私が留学していた時分、よく両親に日本食を送ってもらっていたものですが、検疫でよく没収されて悲しい思いをしたのを覚えています。
パッと見た感じ、画像の商品はお歳暮用みたいに映りますね。
内田先生、はじめまして。
ご著書「スパークする思考」を拝読いたしました。読みながら閃いたのですが、先生が情報に付けているインデックスは、インターネット用語であるTag(タグ)とも言い換えられるのではないかと思いました。「スパークする思考」の方法はとても閃きやすいと思えるので、今後実践したいと思います。
nottiさんへ
後者はうちでも使ってみようと思っています。カタログはまだまだ、郵便局の得意な産地直送便のカタログの雰囲気から抜け出てませんが、もしwebでこれらをやるようになったら、定番化しておもしろいと思います。テキサスにいる日本人が2週間に一回生うどんが定期的に届くなんて、なんか生協のサービスみたいですね。
TAKEOさんへ
コメントありがとうございます。
その通りです。脳みそにレ点を打つというのは、taggingをすることに他なりません。
コンピュータの世界でも、昔はDBでのインデクシングが大仕事でしたが、今ではtagで簡単にできるようになりました。
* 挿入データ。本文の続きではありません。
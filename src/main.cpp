// The composition root: which commands there are, and the last net for what nobody caught.
#include <exception>
#include <memory>
#include <new>
#include <string>
#include <vector>

#include "base/large_heap.hpp"
#include "cli/command_line.hpp"
#include "cli/terminal.hpp"
#include "dense/blas.hpp"
#include "model/exit_code.hpp"

namespace {

using stanchion::Status;

std::vector<std::unique_ptr<stanchion::cli::Command>> all_commands() {
  std::vector<std::unique_ptr<stanchion::cli::Command>> commands;
  commands.push_back(stanchion::cli::make_check_command());
  commands.push_back(stanchion::cli::make_count_command());
  commands.push_back(stanchion::cli::make_sweep_command());
  commands.push_back(stanchion::cli::make_bracket_command());
  commands.push_back(stanchion::cli::make_audit_command());
  commands.push_back(stanchion::cli::make_locate_command());
  commands.push_back(stanchion::cli::make_forecast_command());
  commands.push_back(stanchion::cli::make_batch_command());
  commands.push_back(stanchion::cli::make_specimen_command());
  commands.push_back(stanchion::cli::make_convert_command());
  commands.push_back(stanchion::cli::make_selftest_command());
  commands.push_back(stanchion::cli::make_recheck_command());
  commands.push_back(stanchion::cli::make_serve_command());
  commands.push_back(stanchion::cli::make_describe_command());
  return commands;
}

int run(const std::vector<std::string>& arguments) {
  const auto code = stanchion::cli::run_command_line(all_commands, arguments);
  if (code.ok()) return *code;
  stanchion::cli::print_failure(code.status());
  return stanchion::exit_code(code.status().kind());
}

int fail(const Status& failure) {
  stanchion::cli::print_failure(failure);
  return stanchion::exit_code(failure.kind());
}

}  // namespace

bool stanchion::wants_large_heap(int argc, char** argv) {
  constexpr long long kWorthBeginningAnew = 8 << 20;  // below, beginning (17 ms) takes what it saves
  return bytes_of_named_files(argc, argv) >= kWorthBeginningAnew;
}

int main(int argc, char** argv) {
  stanchion::end_blas_threads();
  try {
    return run(std::vector<std::string>(argv + (argc > 0 ? 1 : 0), argv + argc));
  } catch (const std::bad_alloc&) {
    return fail(stanchion::cli::out_of_memory());
  } catch (const std::exception& error) {
    return fail(Status::internal(error.what()));
  }
}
私のアナログ発想法も同じ考えで、敢えてきちんとしたインデックスを付けるのではなく、いい加減なタグでも良いやという発想です。データベース化する段階でエネルギーを使いすぎるよりは、活用することに精力を使おうという考えです。
はじめまして。
実は、郵便局のランドセルを子供の入学祝に遠方の母から贈ってもらいました。私としては、修理のときなど困りそうなので、近所の知り合いのお店で買いたかったのですが、「一緒に選べないのなら、プレゼントで送りたい」「郵便局なら間違いない」と母は思ったようです。
全体的な売り上げは知りませんが、実際に利用した人がいますよとお伝えしたかったので、コメントしました。
たくままさんへ
コメントありがとうございます。実際の利用者が身近にいたというのは、なかなか実感できないのでうれしいです。
おじいさん、おばあさんの心理状態をつかんだかくれたヒットなのかも知れません。